Around this time, the pair were working at the North Oakland Neighborhood Anti-Poverty Center and they also served on the advisory board. In an effort to deal with police brutality, the advisory board obtained five thousand signatures in support of the city council setting up a police review board to review complaints of police brutality. Newton was also taking classes at the City College and at San Francisco Law School, and both were active in the North Oakland Center. Thus the pair had a large number of connections and friends with whom they talked up the new organization they had in mind. Inspired by the success of the Lowndes County Freedom Organization and Stokely Carmichael's calls for separate black political organizations, they wrote their initial platform statement, the ten-point program, with the help of Huey's brother, Melvin, and decided on a uniform of blue shirts, black pants, black leather jackets, Black Berets, and openly displayed loaded shotguns .
Theory
With the death of Malcolm X in 1965, the Black Panther Party saw as its purpose to further the African American civil rights movement and to fill what it perceived to be the void in leadership among the African American community. Although it eventually saw the involvement of Student Nonviolent Coordinating Committee leader, Stokely Carmichael, the party initially rejected the integrationist stance of Martin Luther King, and rejected compromise with the power structure. The Black Panthers focused their rhetoric on revolutionary class struggle, taking many ideas from Maoism. The party turned to the works of Karl Marx, Lenin, and Mao to inform the manner in which it should organize, as a revolutionary cadre organization. In consciously working toward such a revolution, they considered themselves the vanguard party, “committed to organizing support for a socialist revolution.”
However, the party did not fully agree with Karl Marx's analysis of the so-called lumpenproletariat. Marx felt that this class lacked the political consciousness required to lead a revolution. Newton, on the other hand, was inspired by his reading of post-colonial theorist Frantz Fanon and his belief that the lumpen was of utmost importance, saying about these "brothers off the block" that, “If you didn't relate to these cats, the power structure would organize these cats against you.” Marx’s conception of the lumpenproletariat was a group that stands on the very margins of the class system because they are not wholly integrated into the division of labor. They do not accept the idea of making their living by regular work. Thus, their position within society is not marked by the fact that they are unemployed but rather by the fact that they do not seek employment:
Though they may be swept up by a proletarian revolution and are entirely capable of “the most heroic deeds and the most exalted sacrifices”, they are equally capable of “the barest banditry and the foulest corruption”, and are much more likely to play the part of “a bribed tool of reactionary intrigue.” Essentially, they are a malleable populace that is generally tempted into service of sight, as opportunistic and exploitative as the finance aristocracy. “The finance aristocracy, in its mode of acquisition as well as in its pleasures, is nothing but the rebirth of the lumpenproletariat on the heights of bourgeois society”, Just like the aristocracy, the lumpen live off society, rather than producing for it, existing as an entirely parasitic force.
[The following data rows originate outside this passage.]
describe("simulate() on a generated stiff network: BDF path against RODAS4", () => {
  const net = stiffNetwork(60, 4321);
  const m = model(net.mechanism);
  const rc = Array.from({ length: m.nReactions }, (_, r) => ({ kf: k(net.kf[r]), kr: k(net.kr[r]) }));
  const base = { rateConstants: rc, temperature: { kind: "isothermal" as const, T: 298.15 }, initial: net.c0, tEnd: net.tEnd, conservation: false };

  it("agrees with a tight RODAS4 run to within the tolerance on every output time", () => {
    const bdf = simulate(m, { ...base, rtol: 1e-6, atol: 1e-12, stiffMethod: "bdf", grid: { kind: "log", points: 30 } });
    const ref = simulate(m, { ...base, rtol: 1e-10, atol: 1e-18, stiffMethod: "rosenbrock", grid: { kind: "log", points: 30 } });
    expect(bdf.ok && ref.ok).toBe(true);
    if (!bdf.ok || !ref.ok) return;
    let worst = 0;
    for (let i = 0; i < m.nSpecies; i++) {
      for (let q = 0; q < ref.value.times.length; q++) {
        const y = ref.value.conc[i][q];
        if (y > 1e-9) worst = Math.max(worst, relErr(bdf.value.conc[i][q], y));
      }
    }
    expect(worst).toBeLessThan(1e-4);
  });

  it("'auto' uses BDF for this mechanism (Jacobian reused across steps) and RODAS4 for a small one (one per step)", () => {
    const auto = simulate(m, { ...base, grid: { kind: "times", times: [net.tEnd] } });
    expect(auto.ok).toBe(true);
    if (auto.ok) expect(auto.value.stats.jacEvals).toBeLessThan(auto.value.stats.accepted / 3);
    if (auto.ok) expect(auto.value.method).toBe("bdf");
    const small = model({ species: sp("A", "B"), reactions: [rx("1", [["A", 1]], [["B", 1]], true)] });
    const r = run(small, { rateConstants: [{ kf: k(3), kr: k(1) }], initial: { A: 1 }, tEnd: 5, stiffMethod: "auto" });
    expect(r.stats.jacEvals).toBe(r.stats.accepted);
    expect(r.method).toBe("rosenbrock");
  });

  it("dense and sparse LU paths give the same answer", () => {
    const opts = { ...base, rtol: 1e-6, atol: 1e-12, stiffMethod: "bdf" as const, grid: { kind: "times" as const, times: [net.tEnd] } };
    const a = simulate(m, { ...opts, linearSolver: "sparse" });
    const b = simulate(m, { ...opts, linearSolver: "dense" });
    expect(a.ok && b.ok).toBe(true);
    if (!a.ok || !b.ok) return;
    for (let i = 0; i < m.nSpecies; i++) {
      const y = b.value.conc[i][0];
      if (y > 1e-9) expect(relErr(a.value.conc[i][0], y)).toBeLessThan(1e-6);
    }
  });
});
The Black Panthers' basic interpretation of the lumpenproletariat generally conforms to that of Marx. For Eldridge Cleaver, the lumpenproletariat were those who had “no secure relationship or vested interest in the means of production and the institutions of a capitalist society.” His wife Kathleen Cleaver echoed a similar sentiment, stating that the black lumpenproletariat had absolutely no stake in industrial America: “They existed at the bottom level of society…outside the capitalist system that was the basis for the oppression of black people.”
Yet, the Panthers did not propose that the entire black American population constituted a post-modern, race-based lumpenproletariate in and of itself. Instead, the Party's analysis suggested that there existed a significant "underclass" -- both urban and rural in locus -- within the masses of the oppressed whose removal from the primary means of production left that class particularly apt to engage subversive activities, both revolutionary and counterrevolutionary in potential impact. The Panthers included two distinct groups within the lumpen. Firstly the “industrial reserve army”, who could not find employment, being unskilled and unfit, displaced by mechanization and never invested with new skills, forced to rely on Welfare or receiving State Aid. They consisted of ‘the millions of black domestics and porters, nurses’ aides and maintenance men, laundresses and cooks, sharecroppers, unpropertied ghetto dwellers, welfare mothers’. The second group were the so-called “Criminal Element”, who had similarly been locked out of the economy, and consisted of the ‘gang members and the gangsters, the pimps and the prostitutes, the drug users and dealers, the common thieves and murderers’.
The “Criminal Element” quite evidently displayed the key characteristics of the Lumpen, the parasite, “existing off that which they rip off”. However, the “Industrial Reserve Army” poses something of a problem, since a large proportion of this group consists of the working poor (although their jobs are “irregular and usually low paid’ they are the working poor all the same). But Marx explicitly stated that the lumpenproletariat formed “a mass sharply differentiated from the industrial proletariat.” However, the Panthers viewed the line that separated the proletariat and the lumpen as tenuous and fragile, and this resulted in a blending of the two classes. Indeed, some historians have argued that the Panthers “envisioned a lumpen more akin to a subproletariat class” that lacked the parasitical aspects of the traditional lumpen sector.
Nationalism, internationalism and "intercommunalism"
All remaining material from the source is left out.